■ Your objective: Go through the entries below. Copy each line in which "things" appears.

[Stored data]
━━━━━━━━━━━━━━━━━━━━
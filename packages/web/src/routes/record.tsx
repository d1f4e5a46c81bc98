import type { Build } from '@rivetside/shared';
import type { QueryClient } from '@tanstack/react-query';
import { useQuery } from '@tanstack/react-query';
import { ErrorPage } from '../components/pages/error-page';
import { CardSkeleton } from '../components/skeletons';
import { NoBuildYet } from '../features/bench/first-things';
import { BuildSwitch, useChosenBuild } from '../features/bench/build-switch';
import { ownBuilds } from '../features/builds/queries';
import { useLiveQuestions } from '../features/questions/use-live-questions';
import { recordKeys } from '../features/record/queries';
import { EntriesCard, OpenItemsCard, RecordPage } from '../features/record/record-cards';
import { usePageTitle } from '../lib/page-title';

export const handle = { crumbs: () => [{ label: 'Bench', to: '/bench' }, { label: 'Record' }] };

export const loader = (queryClient: QueryClient) => () => {
  void queryClient.prefetchQuery(ownBuilds);
  return null;
};

export function Component() {
  usePageTitle('Record');
  const { data, error, refetch } = useQuery(ownBuilds);
  if (error && !data) return <ErrorPage error={error} onTryAgain={() => void refetch()} />;
  if (!data) return <CardSkeleton />;
  return data.items.length === 0 ? <NoBuildYet /> : <OwnRecord builds={data.items} />;
}

const MOVED = [recordKeys.all];

function OwnRecord({ builds }: { readonly builds: readonly Build[] }) {
  useLiveQuestions(MOVED);
  const build = useChosenBuild(builds);
  return (
    <>
      <h1 className="unseen">
        Record of {build.kitName}, kit serial {build.serial}
      </h1>
      <BuildSwitch builds={builds} chosen={build} />
      <RecordPage key={build.id}>
        <OpenItemsCard build={build} />
        <EntriesCard build={build} />
      </RecordPage>
    </>
  );
}
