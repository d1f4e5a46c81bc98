import { Link } from 'react-router-dom';
import { Door, OtherDoors } from '../features/accounts/form-parts';
import { SignUpForm } from '../features/accounts/sign-up-form';
import { usePageTitle } from '../lib/page-title';

export function Component() {
  usePageTitle('Make an account');
  return (
    <Door title="Make an account">
      <SignUpForm />
      <OtherDoors>
        <Link to="/sign-in">Sign in instead</Link>
      </OtherDoors>
    </Door>
  );
}
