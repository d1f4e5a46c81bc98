import {
  type Build,
  isBuilderIn,
  hasDesk,
  type Me,
  type Section,
  type SectionSummary,
} from '@rivetside/shared';
import type { QueryClient } from '@tanstack/react-query';
import { useQuery } from '@tanstack/react-query';
import { useNavigate } from 'react-router-dom';
import { ErrorPage } from '../components/pages/error-page';
import { PlanKey } from '../components/plan-key';
import { PlanView } from '../components/plan-view';
import { CardSkeleton } from '../components/skeletons';
import { AllDriven, BenchPage, onePerKit, TwoColumns } from '../features/bench/bench-parts';
import { aircraftWords, BuildSwitch, useChosenBuild } from '../features/bench/build-switch';
import { MentorsCard } from '../features/bench/chapter-card';
import { NoBuildYet, NoChapterYet } from '../features/bench/first-things';
import { KitNoticesCard } from '../features/bench/kit-notices-card';
import { OnTheBench } from '../features/bench/on-the-bench';
import { regionsOnPlan, sectionAt } from '../features/bench/regions-on-plan';
import { sectionInHand } from '../features/bench/section-in-hand';
import { ownBuilds } from '../features/builds/queries';
import { MostNeededCard } from '../features/desk/most-needed-card';
import { deskQuery } from '../features/desk/queries';
import { kitNotices, kitSections, sectionById } from '../features/kits/queries';
import { firstQuestions } from '../features/questions/queries';
import { LINES_SHOWN, QuestionLinesCard } from '../features/questions/question-lines-card';
import { QuestionLines } from '../features/questions/question-list';
import { useLiveQuestions } from '../features/questions/use-live-questions';
import { BeforeClosingCard } from '../features/record/before-closing-card';
import { buildOpenItems, recordKeys } from '../features/record/queries';
import { usePageTitle } from '../lib/page-title';
import { session, useActor } from '../lib/session';

export const handle = { crumbs: () => [{ label: 'Bench' }] };

const MINE = { mine: 'true' } as const;

export const loader = (queryClient: QueryClient) => () => {
  const me = session.me();
  void queryClient.prefetchQuery(ownBuilds);
  if (me && hasDesk(me)) void queryClient.prefetchQuery(deskQuery);
  return null;
};

const MOVED = [deskQuery.queryKey, recordKeys.all];

export function Component() {
  usePageTitle('Bench');
  useLiveQuestions(MOVED);
  const me = useActor();
  const isIn = me.siteRole !== null || me.memberships.some(({ status }) => status === 'active');
  return (
    <BenchPage>
      <h1 className="unseen">Bench of {me.name}</h1>
      {isIn ? <Parts me={me} /> : <NoChapterYet memberships={me.memberships} />}
    </BenchPage>
  );
}

/** One part for each thing that somebody is in their chapters; those who wait for them come first. */
function Parts({ me }: { readonly me: Me }) {
  const isBuilder = me.memberships.some(({ chapterId }) => isBuilderIn(me, chapterId));
  const runs = me.memberships.filter(
    ({ status, roles }) => status === 'active' && roles.includes('chapterAdmin'),
  );
  return (
    <>
      {hasDesk(me) && <MostNeededCard show={(rows, label) => <QuestionLines rows={rows} label={label} />} />}
      <BuilderPart me={me} isBuilder={isBuilder} />
      {runs.map(({ chapterId, chapterName }) => (
        <ChapterPart key={chapterId} chapterId={chapterId} chapterName={chapterName} />
      ))}
    </>
  );
}

/** Whoever helps on a build without being a builder of the chapter has a bench too. */
function BuilderPart({ me, isBuilder }: { readonly me: Me; readonly isBuilder: boolean }) {
  const { data, error, refetch } = useQuery(ownBuilds);
  if (error && !data) return <ErrorPage error={error} onTryAgain={() => void refetch()} />;
  if (!data) return <CardSkeleton />;
  if (data.items.length > 0) return <BuildsPart builds={onePerKit(data.items, me.id)} />;
  return isBuilder ? (
    <>
      <NoBuildYet />
      <OwnQuestions />
    </>
  ) : null;
}

function BuildsPart({ builds }: { readonly builds: readonly Build[] }) {
  const build = useChosenBuild(builds);
  const { data, error, refetch } = useQuery(kitSections(build.kitId));
  return (
    <>
      <BuildSwitch builds={builds} chosen={build} />
      {error && !data ? (
        <ErrorPage error={error} onTryAgain={() => void refetch()} />
      ) : !data ? (
        <CardSkeleton />
      ) : (
        <BuildPart key={build.id} build={build} sections={data.items} />
      )}
    </>
  );
}

interface BuildPartProps {
  readonly build: Build;
  readonly sections: readonly SectionSummary[];
}

function BuildPart({ build, sections }: BuildPartProps) {
  const inHand = sectionInHand(sections);
  const notices = useQuery(kitNotices(build.kitId));
  return (
    <>
      {inHand ? (
        <InHand build={build} sections={sections} inHand={inHand} />
      ) : (
        <AllDriven kitName={build.kitName} />
      )}
      <TwoColumns
        left={
          <>
            {inHand && <BeforeClosingCard build={build} section={inHand} />}
            <OwnQuestions />
          </>
        }
        right={<KitNoticesCard notices={notices} serial={build.serial} />}
      />
    </>
  );
}

function InHand({ build, sections, inHand }: BuildPartProps & { readonly inHand: SectionSummary }) {
  const me = useActor();
  const { data: section, error, refetch } = useQuery(sectionById(inHand.id));
  const questions = useQuery(firstQuestions(MINE, LINES_SHOWN)).data?.items ?? [];
  const openItems = useQuery(buildOpenItems(build.id)).data?.items ?? [];
  if (error && !section) return <ErrorPage error={error} onTryAgain={() => void refetch()} />;
  if (!section) return <CardSkeleton />;
  return (
    <OnTheBench
      aircraft={aircraftWords(build, me.id)}
      plan={<KitPlan sections={sections} section={section} />}
      section={section}
      sections={sections}
      questions={questions}
      openItems={openItems}
    />
  );
}

function KitPlan({
  sections,
  section,
}: {
  readonly sections: readonly SectionSummary[];
  readonly section: Section;
}) {
  const navigate = useNavigate();
  const handleChoose = (region: string) => {
    const there = sectionAt(sections, section, region);
    if (there) void navigate(`/sections/${there.id}`);
  };
  return (
    <>
      <PlanView
        name="The kit, with what is on the bench"
        regions={regionsOnPlan(sections, section)}
        onChoose={handleChoose}
      />
      <PlanKey shows={['waits', 'held']} />
    </>
  );
}

function OwnQuestions() {
  return (
    <QuestionLinesCard
      title="Your questions"
      filter={MINE}
      empty={<p>You have asked nothing yet. When a hole does not fit: stop, measure, then ask.</p>}
    />
  );
}

function ChapterPart({
  chapterId,
  chapterName,
}: {
  readonly chapterId: string;
  readonly chapterName: string;
}) {
  return (
    <TwoColumns
      left={
        <QuestionLinesCard
          title={`No fix yet in ${chapterName}`}
          filter={{ chapterId, state: 'open', sort: 'waiting' }}
          empty={<p>Every question of the chapter has a fix to look at.</p>}
        />
      }
      right={<MentorsCard chapterId={chapterId} chapterName={chapterName} />}
    />
  );
}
━━━━━━━━━━━━━━━━━━━━
■ Response for this exercise:
import { NoBuildYet } from '../features/bench/first-things';
import { NoBuildYet, NoChapterYet } from '../features/bench/first-things';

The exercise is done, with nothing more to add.